■ EXERCISE DATA ■
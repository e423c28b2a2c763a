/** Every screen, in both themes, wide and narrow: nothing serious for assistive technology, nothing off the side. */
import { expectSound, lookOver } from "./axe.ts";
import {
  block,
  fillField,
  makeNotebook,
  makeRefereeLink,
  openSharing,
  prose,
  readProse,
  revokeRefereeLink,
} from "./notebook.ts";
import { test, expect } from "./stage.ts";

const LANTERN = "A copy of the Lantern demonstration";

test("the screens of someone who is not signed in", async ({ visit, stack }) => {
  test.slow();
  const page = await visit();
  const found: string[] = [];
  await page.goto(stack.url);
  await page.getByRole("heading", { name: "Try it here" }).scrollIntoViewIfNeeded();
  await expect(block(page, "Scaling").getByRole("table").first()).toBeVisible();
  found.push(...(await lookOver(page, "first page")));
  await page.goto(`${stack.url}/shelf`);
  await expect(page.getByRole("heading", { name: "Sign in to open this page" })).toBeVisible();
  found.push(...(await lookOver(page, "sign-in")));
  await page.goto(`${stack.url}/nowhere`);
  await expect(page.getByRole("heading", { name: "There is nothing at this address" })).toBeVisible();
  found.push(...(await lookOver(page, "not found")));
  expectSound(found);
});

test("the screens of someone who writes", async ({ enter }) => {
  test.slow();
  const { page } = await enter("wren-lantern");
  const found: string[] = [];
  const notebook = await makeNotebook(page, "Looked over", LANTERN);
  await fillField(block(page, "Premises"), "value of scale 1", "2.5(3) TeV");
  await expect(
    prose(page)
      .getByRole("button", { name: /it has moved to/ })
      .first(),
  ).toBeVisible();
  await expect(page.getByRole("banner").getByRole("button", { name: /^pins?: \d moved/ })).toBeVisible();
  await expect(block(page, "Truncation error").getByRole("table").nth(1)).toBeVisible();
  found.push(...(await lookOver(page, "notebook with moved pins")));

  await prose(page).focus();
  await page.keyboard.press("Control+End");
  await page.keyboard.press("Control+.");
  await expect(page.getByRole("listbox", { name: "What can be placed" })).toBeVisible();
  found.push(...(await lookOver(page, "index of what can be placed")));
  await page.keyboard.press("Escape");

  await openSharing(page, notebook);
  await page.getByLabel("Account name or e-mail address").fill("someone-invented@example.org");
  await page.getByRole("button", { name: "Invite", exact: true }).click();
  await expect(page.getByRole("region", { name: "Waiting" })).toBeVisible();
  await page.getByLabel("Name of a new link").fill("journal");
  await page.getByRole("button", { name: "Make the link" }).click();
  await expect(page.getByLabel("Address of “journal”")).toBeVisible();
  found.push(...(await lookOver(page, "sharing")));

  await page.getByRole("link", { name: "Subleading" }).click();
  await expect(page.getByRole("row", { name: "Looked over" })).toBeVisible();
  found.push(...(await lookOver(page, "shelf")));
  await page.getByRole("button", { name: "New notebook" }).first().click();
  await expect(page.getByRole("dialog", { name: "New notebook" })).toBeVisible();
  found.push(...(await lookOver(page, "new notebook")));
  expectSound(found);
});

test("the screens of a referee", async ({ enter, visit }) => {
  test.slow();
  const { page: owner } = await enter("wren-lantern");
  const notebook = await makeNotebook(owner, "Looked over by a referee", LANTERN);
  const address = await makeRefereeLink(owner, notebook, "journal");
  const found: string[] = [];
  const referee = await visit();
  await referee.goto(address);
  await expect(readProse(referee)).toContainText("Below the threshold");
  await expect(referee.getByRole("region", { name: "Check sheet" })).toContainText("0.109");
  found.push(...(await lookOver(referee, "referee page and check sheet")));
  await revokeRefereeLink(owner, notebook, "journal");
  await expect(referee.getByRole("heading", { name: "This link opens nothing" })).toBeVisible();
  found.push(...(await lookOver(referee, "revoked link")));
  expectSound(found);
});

■ WHAT NEEDS TO BE DONE ■
In the entries above, identify each line that includes the string "const", then copy it.

■ ANSWER BOX ■
const LANTERN = "A copy of the Lantern demonstration";
  const page = await visit();
  const found: string[] = [];
  const { page } = await enter("wren-lantern");
  const found: string[] = [];
  const notebook = await makeNotebook(page, "Looked over", LANTERN);
  const { page: owner } = await enter("wren-lantern");
  const notebook = await makeNotebook(owner, "Looked over by a referee", LANTERN);
  const address = await makeRefereeLink(owner, notebook, "journal");
  const found: string[] = [];
  const referee = await visit();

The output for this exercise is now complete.